(DATA EXTRACTS Opens)
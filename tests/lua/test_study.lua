-- SPDX-License-Identifier: GPL-3.0-or-later
-- Studies from Lua: reading targets, every kind of bad input with its message, the outputs. Stars and instruments are invented; what is
-- derived is compared with the same asked of a case, or with what follows from the definitions by hand.
package.path = "tests/lua/?.lua"
local t = require "harness"
local scratch = require "scratch"
local lacuna = require "lacuna"
lacuna.settings { seed = 7, draws = 2000 }

local folder, path, write, read = scratch.folder, scratch.path, scratch.write, scratch.read

-- A study without its printing.
local printed
local function quietly(fields)
  local study
  study, printed = scratch.quietly(lacuna.study, fields)
  return study
end

local function of_file(content, more)
  local fields = { targets = write("stars.csv", content), ask = { "parallax" } }
  for key, value in pairs(more or {}) do fields[key] = value end
  return quietly(fields)
end

-- What the file's error must say after the folder's name, as plain text.
local function refuses(content, message, more)
  local ok, trouble = pcall(of_file, content, more)
  t.equal(ok, false, "an error is wanted: " .. message)
  t.equal(trouble, path("stars.csv") .. message)
end

local function median(quantity, unit) return lacuna.median(quantity):value(unit) end
local given_of = function(study, i) return study.rows[i].target.givens end

t.test("values, errors, blanks, texts and objects of a file", function()
  local study = of_file('\xEF\xBB\xBFname,distance [kpc],distance error [pc],stellar_mass [solMass],stellar_mass upper error [solMass],stellar_mass lower error [solMass],right ascension,band\r\n'
    .. '"Marrow ""3"", north",0.156,3,1.9,0.2,0.1,"04 12 08,1",H\r\n\r\nQuillon A,101 ± 2 pc,,,,,15 02 27,\r\n"two\nlines", 99 pc ,,.5,0,0,,K')
  t.equal(#study.rows, 3)
  t.equal(study.rows[1].name, 'Marrow "3", north')
  t.equal(study.rows[3].name, "two\nlines")
  t.equal(study.texts, { "right ascension" })
  t.equal(study.rows[1].texts["right ascension"], "04 12 08,1")
  t.equal(tostring(study.rows[1].case.band), "2MASS H (1.662 um)")
  t.close(median(study.rows[1].case.distance, "pc"), 156, 3 * 4 * 1.25 / 156 / math.sqrt(2000)) -- 4 standard errors of a median
  t.close(lacuna.deviation(study.rows[1].case.distance):value "pc", 3, 4 / math.sqrt(2 * 2000))
  local low, high = lacuna.interval(study.rows[1].case.stellar_mass)
  t.close((high:value "Msun" - 1.9) / (1.9 - low:value "Msun"), 2, 0.3) -- two-sided: twice as far up as down
  t.close(lacuna.deviation(study.rows[2].case.distance):value "pc", 2, 4 / math.sqrt(2 * 2000))
  t.equal(given_of(study, 2).stellar_mass, nil)
  t.close(study.rows[3].case.stellar_mass:value "Msun", 0.5, 1e-15) -- an error of zero is none
  t.close(study.rows[3].case.distance:value "pc", 99, 1e-15)
end)
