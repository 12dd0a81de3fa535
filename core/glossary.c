/* SPDX-License-Identifier: GPL-3.0-or-later */
/* The glossary: one row for each quantity the field talks about. The order of the rows is the order in which the chain is
   settled where a choice remains, and the order of help's map. Dimensions follow from the display units, ranges are in SI
   or carry a unit. Templates (LAC_AT_EACH_PLACE, LAC_FOR_EACH_STRUCTURE) are expanded by the catalogue, which also adds
   <name>_angle after each name that is on the sky. */
#include "relation.h"

/* A plain quantity; one on the sky; a template at each place; a template for each structure. */
#define QUANTITY(subject_, name_, unit_, range_, symbol_, synonyms_, meaning_)                                                      \
  {.name = name_, .synonyms = synonyms_, .unit = unit_, .range = range_, .symbol = symbol_, .meaning = meaning_, .subject = subject_}
#define ON_SKY(subject_, name_, unit_, range_, symbol_, synonyms_, meaning_)                                                        \
  {.name = name_, .synonyms = synonyms_, .unit = unit_, .range = range_, .symbol = symbol_, .meaning = meaning_, .subject = subject_, \
   .on_sky = true}
#define AT_PLACE(name_, unit_, range_, symbol_, synonyms_, meaning_)                                                                \
  {.name = "<at>" name_, .synonyms = synonyms_, .unit = unit_, .range = range_, .symbol = symbol_, .meaning = meaning_ " <where>",  \
   .subject = "disc", .presence = LAC_AT_EACH_PLACE}
#define OF_STRUCTURE(name_, unit_, range_, symbol_, meaning_)                                                                       \
  {.name = "<structure>_" name_, .unit = unit_, .range = range_, .symbol = symbol_, .meaning = meaning_, .subject = "structure",    \
   .presence = LAC_FOR_EACH_STRUCTURE}
#define VERDICT_OF_STRUCTURE(name_, symbol_, meaning_)                                                                              \
  {.name = "<structure>_" name_, .unit = "1", .range = "0 .. 1", .symbol = symbol_, .meaning = meaning_, .subject = "structure",    \
   .kind = LAC_VERDICT, .presence = LAC_FOR_EACH_STRUCTURE}
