/* SPDX-License-Identifier: GPL-3.0-or-later */
/* Unit strings against the standards' own examples and rules, readings, dimensions; and that no text whatever does harm. */
#include <stdio.h>
#include <stdlib.h>
#include <string.h>

#include "check.h"
#include "lacuna/constants.h"
#include "lacuna/units.h"

static lac_unit_kind read_strict(const char *text, lac_unit *unit) { return lac_unit_read(text, strlen(text), true, unit, NULL); }
static lac_unit_kind read_lenient(const char *text, lac_unit *unit) { return lac_unit_read(text, strlen(text), false, unit, NULL); }

static bool usable(lac_unit_kind kind) { return kind == LAC_UNIT_FINE || kind == LAC_UNIT_DEPRECATED || kind == LAC_UNIT_SHORT_FORM; }

static lac_dimension dimension(int length, int mass, int time, int temperature, int angle, int magnitude, int denominator) {
  return (lac_dimension){
      {(int16_t)length, (int16_t)mass, (int16_t)time, (int16_t)temperature, (int16_t)angle, (int16_t)magnitude}, (int16_t)denominator, 0};
}

/* The next field of a CSV line, quotes taken off; the line goes on at *at. */
static void next_field(const char **at, char *field, size_t size) {
  size_t n = 0;
  bool quoted = false;
  for (; **at && **at != '\n' && (quoted || **at != ','); (*at)++) {
    if (**at == '"') quoted = !quoted;
    else if (n + 1 < size) field[n++] = **at;
  }
  if (**at == ',') (*at)++;
  field[n] = 0;
}
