-- SPDX-License-Identifier: GPL-3.0-or-later
-- Reports from Lua: what stands in the folder and in each file. Stars and instruments are invented; hashes are compared with published test
-- vectors, files of numbers with what the study itself says.
package.path = "tests/lua/?.lua"
local t = require "harness"
local scratch = require "scratch"
local lacuna = require "lacuna"
lacuna.settings { seed = 7, draws = 2000 }

local folder, read = scratch.folder, scratch.read
local function quietly(fields) return (scratch.quietly(lacuna.study, fields)) end

local stars = {
  { name = "Marrow 3", distance = "156 ± 3 pc", bolometric_flux = "2.4e-11 ± 0.2e-11 W.m**-2", stellar_mass = "1.9 ± 0.1 Msun" },
  { name = "Tarn <12> & co", distance = "60.1 ± 0.2 pc", bolometric_flux = "3.1e-12 ± 0.2e-12 W.m**-2", stellar_mass = "0.58 Msun", remarks = "100 % “odd”_$x$" },
  { name = "Drumlin 30", distance = "446 +21 -17 pc" },
}
local array = { wavelength = "1.65 um", projected_baseline = "92 m" }

local reports = 0
local function report_of(fields, options)
  local study = quietly { title = fields.title or "Rims & gaps", targets = fields.targets or stars, given = fields.given or array, ask = fields.ask or { "rim_size_angle", "rim_resolved_by_array" },
    variants = fields.variants, figures = fields.figures, using = fields.using, derive = fields.derive }
  reports = reports + 1
  local name = "report_" .. reports
  return name, study:report(folder .. "/" .. name, options), study
end

local function has(text, words) t.equal(text:find(words, 1, true) ~= nil, true, ("%q in:\n%s"):format(words, text)) end
local function lacks(text, words) t.equal(text:find(words, 1, true), nil, words) end

t.test("the folder: all files, the manifest last, and a word of what was written", function()
  local name, written = report_of {}
  for _, file in ipairs { "index.html", "table.csv", "table.md", "table.tex", "table.fits", "feasibility.txt", "feasibility.tex", "derivations.tex", "references.bib", "report.tex", "manifest.txt" } do
    t.equal(read(name .. "/" .. file) ~= nil, true, file)
  end
  t.equal(written.files[#written.files], "manifest.txt")
  t.equal(written.files[#written.files - 1], "index.html")
  t.equal(#written.missing, 0)
  t.equal(tostring(written), ("report in %s/%s: %d files; open %s/%s/index.html"):format(folder, name, #written.files, folder, name))
end)
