/* One round: the panels inside each first one of which one is not confirmed by its halves are all halved, for at the wavelengths between
   the trials a resonance lies elsewhere in it. *end is malloc'ed anew; open tells which of the first panels may be halved still. */
static lac_status halve_panels(lac_work *work, const lac_dust *dust, double width, bool *open, size_t *panels, double **end) {
  const size_t before = *panels;
  const double low = (*end)[0];
  size_t after = 0;
  trial coarse = {0}, fine = {0};
  panel_sum whole[TRIALS] = {{0, 0, 0}};
  bool *failed = calloc(before, sizeof *failed);
  double *halves = malloc((2 * before + 1) * sizeof *halves), *kept = malloc((2 * before + 1) * sizeof *kept);
  lac_status status = halves && kept && failed ? LAC_OK : LAC_NO_MEMORY;
  for (size_t i = 0; i < before && status == LAC_OK; i++) {
    halves[2 * i] = (*end)[i];
    halves[2 * i + 1] = 0.5 * ((*end)[i] + (*end)[i + 1]);
    halves[2 * i + 2] = (*end)[i + 1];
  }
  if (status == LAC_OK) status = try_panels(work, dust, before, *end, &coarse);
  if (status == LAC_OK) status = try_panels(work, dust, 2 * before, halves, &fine);
  if (status == LAC_OK) {
    add_up(&fine, whole);
    for (size_t i = 0; i < before; i++)
      if (!halves_agree(&coarse.sum[i * TRIALS], &fine.sum[2 * i * TRIALS], whole)) failed[first_panel(*end, i, low, width)] = true;
    kept[0] = halves[0];
    for (size_t i = 0; i < before; i++) {
      const size_t first = first_panel(*end, i, low, width);
      if (failed[first] && open[first]) kept[++after] = halves[2 * i + 1];
      else open[first] = false;
      kept[++after] = halves[2 * i + 2];
    }
    free(*end);
    *end = kept;
    *panels = after;
  } else {
    free(kept);
  }
  trial_end(&coarse);
  trial_end(&fine);
  free(halves);
  free(failed);
  return status;
}

static lac_status choose_sizes(lac_work *work, lac_dust *dust) {
  if (dust->recipe.sizes == LAC_SINGLE_SIZE) return single_size(dust, &dust->sizes);
  size_t panels, before;
  double *end = even_panels(&dust->recipe, SPARSE, &panels);
  const double width = end ? (end[panels] - end[0]) / (double)panels : 0;
  bool *open = malloc(panels * sizeof *open);
  lac_status status = end && open ? LAC_OK : LAC_NO_MEMORY;
  for (size_t i = 0; i < panels && status == LAC_OK; i++) open[i] = true;
  int round = 0;
  do {
    before = panels;
    if (status == LAC_OK) status = halve_panels(work, dust, width, open, &panels, &end);
  } while (status == LAC_OK && panels > before && ++round < MOST_HALVINGS);
  if (status == LAC_OK) status = place_radii(dust, panels, end, &dust->sizes);
  if (status == LAC_OK) divide_by_mass(dust, &dust->sizes);
  free(end);
  free(open);
  return status;
}
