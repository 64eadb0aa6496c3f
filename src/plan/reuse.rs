//! Gates that are there already and stay, so that a new gate equal to one of them
//! is that one.
//!
//! Looked at are the readers of the operands, a few levels up. Invariant: only
//! gates that nothing replaced can reach and that no rebuild removes are put into
//! the overlay, so that reading them can close no loop.

use super::ground::Ground;
use super::overlay::{Literal, Overlay};
use crate::netlist::{GateId, NetId, Shape};
use rustc_hash::FxHashMap;

/// Readers of one operand looked at.
const MOST_READERS: usize = 256;
/// Levels of gates over the operands looked at.
const LEVELS: usize = 3;

/// Puts the gates over `operands` for which `stays` holds into the overlay.
pub(super) fn find_reusable(
    ground: &Ground<'_>,
    overlay: &mut Overlay,
    operands: &[NetId],
    stays: impl Fn(GateId) -> bool,
) {
    let netlist = ground.netlist;
    let arrival = |net: NetId| ground.timing.arrivals.by_net[net.index()];
    let mut known: FxHashMap<NetId, Literal> = FxHashMap::default();
    let mut front = operands.to_vec();
    for &net in &front {
        known.insert(net, overlay.net(net, arrival(net)));
    }
    for _ in 0..LEVELS {
        let mut gates: Vec<GateId> = front
            .iter()
            .flat_map(|&net| ground.readers.of_net(net).iter().take(MOST_READERS))
            .copied()
            .filter(|&gate| stays(gate))
            .collect();
        gates.sort_unstable_by_key(|&gate| ground.rank(gate));
        gates.dedup();
        front.clear();
        for gate in gates {
            let output = netlist.gate_output(gate);
            if known.contains_key(&output) || ground.gate_of(output) != Some(gate) {
                continue;
            }
            let pins = netlist.fan_ins(gate).iter();
            let Some(inputs) = pins.map(|net| known.get(net).copied()).collect() else {
                continue;
            };
            let inputs: Vec<Literal> = inputs;
            let function = netlist.function(gate);
            let literal = match function.shape() {
                Shape::Buffer => Some(inputs[0]),
                Shape::Inverter => Some(!inputs[0]),
                _ => overlay.gate(function, &inputs),
            };
            if let Some(literal) = literal {
                overlay.set_existing(literal, output, arrival(output));
                known.insert(output, literal);
                front.push(output);
            }
        }
    }
}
(DATA EXTRACTS Closes)
◆ PROMPT
Go to the line in the material above that contains "local function median(quantity, unit)" and copy exactly from there through the line that contains "of a median", stopping after it.

◆ RESPONSE TO THE EXERCISE
local function median(quantity, unit) return lacuna.median(quantity):value(unit) end
local given_of = function(study, i) return study.rows[i].target.givens end

t.test("values, errors, blanks, texts and objects of a file", function()
  local study = of_file('\xEF\xBB\xBFname,distance [kpc],distance error [pc],stellar_mass [solMass],stellar_mass upper error [solMass],stellar_mass lower error [solMass],right ascension,band\r\n'
    .. '"Marrow ""3"", north",0.156,3,1.9,0.2,0.1,"04 12 08,1",H\r\n\r\nQuillon A,101 ± 2 pc,,,,,15 02 27,\r\n"two\nlines", 99 pc ,,.5,0,0,,K')
  t.equal(#study.rows, 3)
  t.equal(study.rows[1].name, 'Marrow "3", north')
  t.equal(study.rows[3].name, "two\nlines")
  t.equal(study.texts, { "right ascension" })
  t.equal(study.rows[1].texts["right ascension"], "04 12 08,1")
  t.equal(tostring(study.rows[1].case.band), "2MASS H (1.662 um)")
  t.close(median(study.rows[1].case.distance, "pc"), 156, 3 * 4 * 1.25 / 156 / math.sqrt(2000)) -- 4 standard errors of a median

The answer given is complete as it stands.